2014 Theses Doctoral
Statistical modeling and statistical learning for disease prediction and classification
This dissertation studies prediction and classification models for disease risk through semiparametric modeling and statistical learning. It consists of three parts. In the first part, we propose several survival models to analyze the Cooperative Huntington's Observational Research Trial (COHORT) study data accounting for the missing mutation status in relative participants (Kieburtz and Huntington Study Group, 1996a). Huntington's disease (HD) is a progressive neurodegenerative disorder caused by an expansion of cytosine-adenine-guanine (CAG) repeats at the IT15 gene. A CAG repeat number greater than or equal to 36 is defined as carrying the mutation and carriers will eventually show symptoms if not censored by other events. There is an inverse relationship between the age-at-onset of HD and the CAG repeat length; the greater the CAG expansion, the earlier the age-at-onset. Accurate estimation of age-at-onset based on CAG repeat length is important for genetic counseling and the design of clinical trials for HD. Participants in COHORT (denoted as probands) undergo a genetic test and their CAG repeat number is determined. Family members of the probands do not undergo the genetic test and their HD onset information is provided by probands. Several methods are proposed in the literature to model the age specific cumulative distribution function (CDF) of HD onset as a function of the CAG repeat length. However, none of the existing methods can be directly used to analyze COHORT proband and family data because family members' mutation status is not always known. In this work, we treat the presence or absence of an expanded CAG repeat in first-degree family members as missing data and use the expectation-maximization (EM) algorithm to carry out the maximum likelihood estimation of the COHORT proband and family data jointly. We perform simulation studies to examine finite sample performance of the proposed methods and apply these methods to estimate the CDF of HD age-at-onset from the COHORT proband and family combined data. Our results show a slightly lower estimated cumulative risk of HD with the combined data compared to using proband data alone.
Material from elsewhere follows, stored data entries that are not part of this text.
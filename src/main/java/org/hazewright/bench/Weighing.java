package org.hazewright.bench;

import java.util.ArrayList;
import java.util.List;
import java.util.Optional;
import org.hazewright.mixture.Item;
import org.hazewright.mixture.Recipe;
import org.hazewright.mixture.Stock;
import org.hazewright.shelf.Ingredient;

/**
 * One mass to weigh, in g, and what for.
 *
 * @param place its stock's or item's place in the recipe, from 0
 * @param ingredient what comes out of the bottle; of a stock, what that stock holds
 * @param from the stock that it is drawn from, when it is not drawn neat
 * @param into the stock that it makes, when it does not go into the vessel
 */
public record Weighing(
        Role role, int place, Ingredient ingredient, Optional<String> from, Optional<String> into, double massG) {

    /** What a mass is weighed for. */
    public enum Role {
        STOCK_SUBSTANCE,
        STOCK_DILUENT,
        ITEM
    }

    /** What stands on the bottle: the stock's id, or the ingredient's. */
    public String label() {
        return from.orElse(ingredient.id());
    }

    /** Every mass of a recipe in the order of work: for each stock what it holds and its diluent, then the items. */
    public static List<Weighing> of(Recipe recipe) {
        List<Weighing> all = new ArrayList<>();
        for (int k = 0; k < recipe.stocks().size(); k++) {
            Stock s = recipe.stocks().get(k);
            Optional<String> into = Optional.of(s.id());
            all.add(new Weighing(Role.STOCK_SUBSTANCE, k, s.ingredient(), s.from(), into, s.ingredientG()));
            all.add(new Weighing(Role.STOCK_DILUENT, k, s.diluent(), Optional.empty(), into, s.diluentG()));
        }
        for (int k = 0; k < recipe.items().size(); k++) {
            Item i = recipe.items().get(k);
            all.add(new Weighing(Role.ITEM, k, i.ingredient(), i.stock(), Optional.empty(), i.massG()));
        }
        return all;
    }

    /** The recipe with this mass at another value and all else as planned. */
    Recipe changed(Recipe recipe, double otherG) {
        List<Stock> stocks = new ArrayList<>(recipe.stocks());
        List<Item> items = new ArrayList<>(recipe.items());
        switch (role) {
            case STOCK_SUBSTANCE ->
                stocks.set(
                        place, with(stocks.get(place), otherG, stocks.get(place).diluentG()));
            case STOCK_DILUENT ->
                stocks.set(place, with(stocks.get(place), stocks.get(place).ingredientG(), otherG));
            case ITEM -> {
                Item i = items.get(place);
                items.set(place, new Item(i.ingredient(), i.stock(), i.lot(), otherG));
            }
        }
        return new Recipe(
                recipe.title(),
                recipe.base(),
                recipe.temperatureC(),
                recipe.weighingUncertaintyG(),
                recipe.briefSha256(),
                stocks,
                items);
    }

    private static Stock with(Stock s, double substanceG, double diluentG) {
        return new Stock(s.id(), s.ingredient(), s.lot(), substanceG, s.diluent(), diluentG, s.from());
    }
}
We then extend the approach to predict the cumulative risk of disease accommodating predictors with time-varying effects and outcomes subject to censoring. We model the time-specific effect through a nonparametric varying-coefficient function and handle censoring through self-consistency equations that redistribute the probability mass of censored outcomes to the right. The computational procedure is extremely convenient and can be implemented by standard software. We prove large sample properties of the proposed estimator and evaluate its finite sample performance through simulation studies. We apply the method to estimate the cumulative risk of developing HD from the mutation carriers in COHORT data and illustrate an inverse relationship between the cumulative risk of HD and the length of CAG repeats at the IT15 gene.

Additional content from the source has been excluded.